▶ [Study material]
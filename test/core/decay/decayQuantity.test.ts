import { describe, expect, it } from "vitest";
import { decayPoints, decaySpeed } from "../../../src/core/decay/decayPoints.ts";
import { decayQuantity, decayValue } from "../../../src/core/decay/decayQuantity.ts";
import { bare, estimate } from "../../../src/core/quantity.ts";
import { expectClose } from "../../support/expectClose.ts";
import { known, plainSettings, stationAt } from "../../support/lawStations.ts";

const rounding = { relative: 1e-12, because: "closed form" };
const [uu, vv, ww, q] = [known(3, 0.02), known(2, 0.03), known(1, 0.04), known(7, 0.05)];
const whole = stationAt(1, { uu, vv, ww });
const lateral = stationAt(2, { uu, vv });
const otherLateral = stationAt(2, { uu, ww });
const alone = stationAt(3, { uu });
const profile = stationAt(4, { q });

describe("what decays in a case", () => {
  it.each([
    ["three components everywhere", [whole, whole], "auto", "k", "none"],
    ["one lateral component everywhere", [lateral, otherLateral], "auto", "k", "axisymmetric"],
    ["a lateral component, both at some stations", [whole, lateral], "auto", "k", "axisymmetric"],
    ["u alone", [alone, alone], "auto", "uu", "isotropic"],
    ["u alone at one station", [whole, alone], "auto", "uu", "isotropic"],
    ["u alone, k wanted", [alone, whole], "k", "k", "isotropic"],
    ["uu wanted", [whole, whole], "uu", "uu", "none"],
    ["a profile of q", [profile, profile], "auto", "q", "none"],
    ["q beside u", [profile, alone], "auto", "uu", "isotropic"],
    ["q wanted beside u", [profile, alone], "q", "q", "none"],
    ["nothing at all", [stationAt(1, {})], "auto", "uu", "isotropic"],
    ["stations without u among whole ones", [whole, stationAt(2, { vv, ww })], "auto", "k", "none"],
  ] as const)("with %s (%j, wanted %s): %s, assumed %s", (_, stations, wanted, quantity, assumption) => {
    expect(decayQuantity([...stations], wanted)).toEqual({ quantity, assumption });
  });
});

describe("the energy of a station", () => {
  const of = (station: typeof whole, assumption: "none" | "axisymmetric" | "isotropic") =>
    decayValue(station, { quantity: "k", assumption });

  it("is half the trace, its error that of independent components", () => {
    const k = of(whole, "none");
    expectClose(k?.value, 3, rounding);
    expectClose(k?.error, Math.hypot(3 * 0.02, 2 * 0.03, 1 * 0.04) / 2 / 3, rounding);
  });
  it("counts a lateral component twice, whichever it is; u three times", () => {
    expectClose(of(lateral, "axisymmetric")?.value, (3 + 2 * 2) / 2, rounding);
    expectClose(of(otherLateral, "axisymmetric")?.value, (3 + 2 * 1) / 2, rounding);
    // of both, v: the same at all stations
    expectClose(of(whole, "axisymmetric")?.value, (3 + 2 * 2) / 2, rounding);
    expectClose(of(lateral, "axisymmetric")?.error, Math.hypot(1.5 * 0.02, 2 * 0.03) / 3.5, rounding);
    expectClose(of(alone, "isotropic")?.value, 4.5, rounding);
    expectClose(of(alone, "isotropic")?.error, 0.02, rounding);
  });
  it("is the station's own k where that rests on the same assumption, and not where it does not", () => {
    const k = known(2.9, 0.01);
    expectClose(of(stationAt(1, { uu, vv, ww, k }), "none")?.value, 2.9, rounding);
    expectClose(of(stationAt(1, { uu, vv, k }), "axisymmetric")?.value, 2.9, rounding);
    expectClose(of(stationAt(1, { uu, vv, ww, k }), "axisymmetric")?.value, 3.5, rounding);
  });
  it("is none where a component is missing or not above zero, or carries no error where one has none", () => {
    expect(of(alone, "none")).toBeNull();
    expect(of(stationAt(1, { uu, vv: known(0, 0), ww }), "none")).toBeNull();
    expect(decayValue(profile, { quantity: "uu", assumption: "none" })).toBeNull();
    const without = of(stationAt(1, { uu, vv: bare(2, "short"), ww }), "none");
    expectClose(without?.value, 3, rounding);
    expect(without?.error).toBeNull();
  });
  it("has the degrees of freedom of its least known part", () => {
    const blocks = (freedom: number | null) =>
      estimate(1, 0.9, 1.1, { standard: 0.05, freedom, scale: "log" });
    const freedom = (...parts: (number | null)[]) => {
      const [a, b, c] = parts.map(blocks);
      return of(stationAt(1, { uu: a, vv: b, ww: c }), "none")?.freedom;
    };
    expect(freedom(20, 9, 15)).toBe(9);
    expect(freedom(20, null, 15)).toBe(15);
    expect(freedom(null, null, null)).toBeNull();
    expect(
      decayValue(stationAt(1, { uu: blocks(12) }), { quantity: "uu", assumption: "none" })?.freedom,
    ).toBe(12);
  });
});

describe("the points of a law", () => {
  const stations = [3, 1, 2].map((x) => stationAt(x, { q: known(1 / x, 0.1), duration: 1 }));

  it("stand in order of x, and leave out stations without the quantity", () => {
    const { points, weights } = decayPoints([...stations, stationAt(0.5, {})], plainSettings);
    expect(points.map(({ x }) => x)).toEqual([1, 2, 3]);
    expect(points.map(({ q: value }) => value)).toEqual([1, 1 / 2, 1 / 3]);
    expect(weights).toBe("sampling");
    for (const { error, smoothedError } of points) {
      expectClose(error, 0.1, rounding);
      expectClose(smoothedError, 0.1, rounding);
    }
  });
  it("weigh alike where that is asked for, or where there are no errors", () => {
    const equal = decayPoints(stations, { ...plainSettings, weights: "equal" });
    expect([equal.weights, equal.points[0].smoothedError]).toEqual(["equal", null]);
    const bareStations = [1, 2, 3].map((x) => stationAt(x, { q: bare(1 / x, "none") }));
    expect(decayPoints(bareStations, plainSettings).weights).toBe("equal");
  });
});

describe("the speed that makes k a number", () => {
  const moving = [4, 6, 0, -3].map((U, x) => stationAt(x, { U: bare(U, "") }));
  it("is the mean U of the stations, of those where the stream runs forward", () => {
    expect(decaySpeed(moving, "k", plainSettings)).toBe(5);
    expect(decaySpeed([stationAt(0, {})], "k", plainSettings)).toBeNull();
  });
  it("is the reference speed where one is given, 1 along time, and none for a profile of q", () => {
    expect(decaySpeed(moving, "uu", { ...plainSettings, referenceSpeed: 9 })).toBe(9);
    expect(decaySpeed(moving, "uu", { ...plainSettings, along: "t" })).toBe(1);
    expect(decaySpeed(moving, "q", { ...plainSettings, referenceSpeed: 9 })).toBeNull();
  });
});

▶ [What the task asks] Produce the entries above once more, identical in every detail.

▶ [Solution to this problem]
filename test/core/decay/decayQuantity.test.ts
import { describe, expect, it } from "vitest";
import { decayPoints, decaySpeed } from "../../../src/core/decay/decayPoints.ts";
import { decayQuantity, decayValue } from "../../../src/core/decay/decayQuantity.ts";
import { bare, estimate } from "../../../src/core/quantity.ts";
import { expectClose } from "../../support/expectClose.ts";
import { known, plainSettings, stationAt } from "../../support/lawStations.ts";

const rounding = { relative: 1e-12, because: "closed form" };
const [uu, vv, ww, q] = [known(3, 0.02), known(2, 0.03), known(1, 0.04), known(7, 0.05)];
const whole = stationAt(1, { uu, vv, ww });
const lateral = stationAt(2, { uu, vv });
const otherLateral = stationAt(2, { uu, ww });
const alone = stationAt(3, { uu });
const profile = stationAt(4, { q });

describe("what decays in a case", () => {
  it.each([
    ["three components everywhere", [whole, whole], "auto", "k", "none"],
    ["one lateral component everywhere", [lateral, otherLateral], "auto", "k", "axisymmetric"],
    ["a lateral component, both at some stations", [whole, lateral], "auto", "k", "axisymmetric"],
    ["u alone", [alone, alone], "auto", "uu", "isotropic"],
    ["u alone at one station", [whole, alone], "auto", "uu", "isotropic"],
    ["u alone, k wanted", [alone, whole], "k", "k", "isotropic"],
    ["uu wanted", [whole, whole], "uu", "uu", "none"],
    ["a profile of q", [profile, profile], "auto", "q", "none"],
    ["q beside u", [profile, alone], "auto", "uu", "isotropic"],
    ["q wanted beside u", [profile, alone], "q", "q", "none"],
    ["nothing at all", [stationAt(1, {})], "auto", "uu", "isotropic"],
    ["stations without u among whole ones", [whole, stationAt(2, { vv, ww })], "auto", "k", "none"],
  ] as const)("with %s (%j, wanted %s): %s, assumed %s", (_, stations, wanted, quantity, assumption) => {
    expect(decayQuantity([...stations], wanted)).toEqual({ quantity, assumption });
  });
});

describe("the energy of a station", () => {
  const of = (station: typeof whole, assumption: "none" | "axisymmetric" | "isotropic") =>
    decayValue(station, { quantity: "k", assumption });

  it("is half the trace, its error that of independent components", () => {
    const k = of(whole, "none");
    expectClose(k?.value, 3, rounding);
    expectClose(k?.error, Math.hypot(3 * 0.02, 2 * 0.03, 1 * 0.04) / 2 / 3, rounding);
  });
  it("counts a lateral component twice, whichever it is; u three times", () => {
    expectClose(of(lateral, "axisymmetric")?.value, (3 + 2 * 2) / 2, rounding);
    expectClose(of(otherLateral, "axisymmetric")?.value, (3 + 2 * 1) / 2, rounding);
    // of both, v: the same at all stations
    expectClose(of(whole, "axisymmetric")?.value, (3 + 2 * 2) / 2, rounding);
    expectClose(of(lateral, "axisymmetric")?.error, Math.hypot(1.5 * 0.02, 2 * 0.03) / 3.5, rounding);
    expectClose(of(alone, "isotropic")?.value, 4.5, rounding);
    expectClose(of(alone, "isotropic")?.error, 0.02, rounding);
  });
  it("is the station's own k where that rests on the same assumption, and not where it does not", () => {
    const k = known(2.9, 0.01);
    expectClose(of(stationAt(1, { uu, vv, ww, k }), "none")?.value, 2.9, rounding);
    expectClose(of(stationAt(1, { uu, vv, k }), "axisymmetric")?.value, 2.9, rounding);
    expectClose(of(stationAt(1, { uu, vv, ww, k }), "axisymmetric")?.value, 3.5, rounding);
  });
  it("is none where a component is missing or not above zero, or carries no error where one has none", () => {
    expect(of(alone, "none")).toBeNull();
    expect(of(stationAt(1, { uu, vv: known(0, 0), ww }), "none")).toBeNull();
    expect(decayValue(profile, { quantity: "uu", assumption: "none" })).toBeNull();
    const without = of(stationAt(1, { uu, vv: bare(2, "short"), ww }), "none");
    expectClose(without?.value, 3, rounding);
    expect(without?.error).toBeNull();
  });
  it("has the degrees of freedom of its least known part", () => {
    const blocks = (freedom: number | null) =>
      estimate(1, 0.9, 1.1, { standard: 0.05, freedom, scale: "log" });
    const freedom = (...parts: (number | null)[]) => {
      const [a, b, c] = parts.map(blocks);
      return of(stationAt(1, { uu: a, vv: b, ww: c }), "none")?.freedom;
    };
    expect(freedom(20, 9, 15)).toBe(9);
    expect(freedom(20, null, 15)).toBe(15);
    expect(freedom(null, null, null)).toBeNull();
    expect(
      decayValue(stationAt(1, { uu: blocks(12) }), { quantity: "uu", assumption: "none" })?.freedom,
    ).toBe(12);
  });
});

describe("the points of a law", () => {
  const stations = [3, 1, 2].map((x) => stationAt(x, { q: known(1 / x, 0.1), duration: 1 }));

  it("stand in order of x, and leave out stations without the quantity", () => {
    const { points, weights } = decayPoints([...stations, stationAt(0.5, {})], plainSettings);
    expect(points.map(({ x }) => x)).toEqual([1, 2, 3]);
    expect(points.map(({ q: value }) => value)).toEqual([1, 1 / 2, 1 / 3]);
    expect(weights).toBe("sampling");
    for (const { error, smoothedError } of points) {
      expectClose(error, 0.1, rounding);
      expectClose(smoothedError, 0.1, rounding);
    }
  });
  it("weigh alike where that is asked for, or where there are no errors", () => {
    const equal = decayPoints(stations, { ...plainSettings, weights: "equal" });
    expect([equal.weights, equal.points[0].smoothedError]).toEqual(["equal", null]);
    const bareStations = [1, 2, 3].map((x) => stationAt(x, { q: bare(1 / x, "none") }));
    expect(decayPoints(bareStations, plainSettings).weights).toBe("equal");
  });
});

describe("the speed that makes k a number", () => {
  const moving = [4, 6, 0, -3].map((U, x) => stationAt(x, { U: bare(U, "") }));
  it("is the mean U of the stations, of those where the stream runs forward", () => {
    expect(decaySpeed(moving, "k", plainSettings)).toBe(5);
    expect(decaySpeed([stationAt(0, {})], "k", plainSettings)).toBeNull();
  });
  it("is the reference speed where one is given, 1 along time, and none for a profile of q", () => {
    expect(decaySpeed(moving, "uu", { ...plainSettings, referenceSpeed: 9 })).toBe(9);
    expect(decaySpeed(moving, "uu", { ...plainSettings, along: "t" })).toBe(1);
    expect(decaySpeed(moving, "q", { ...plainSettings, referenceSpeed: 9 })).toBeNull();
  });
});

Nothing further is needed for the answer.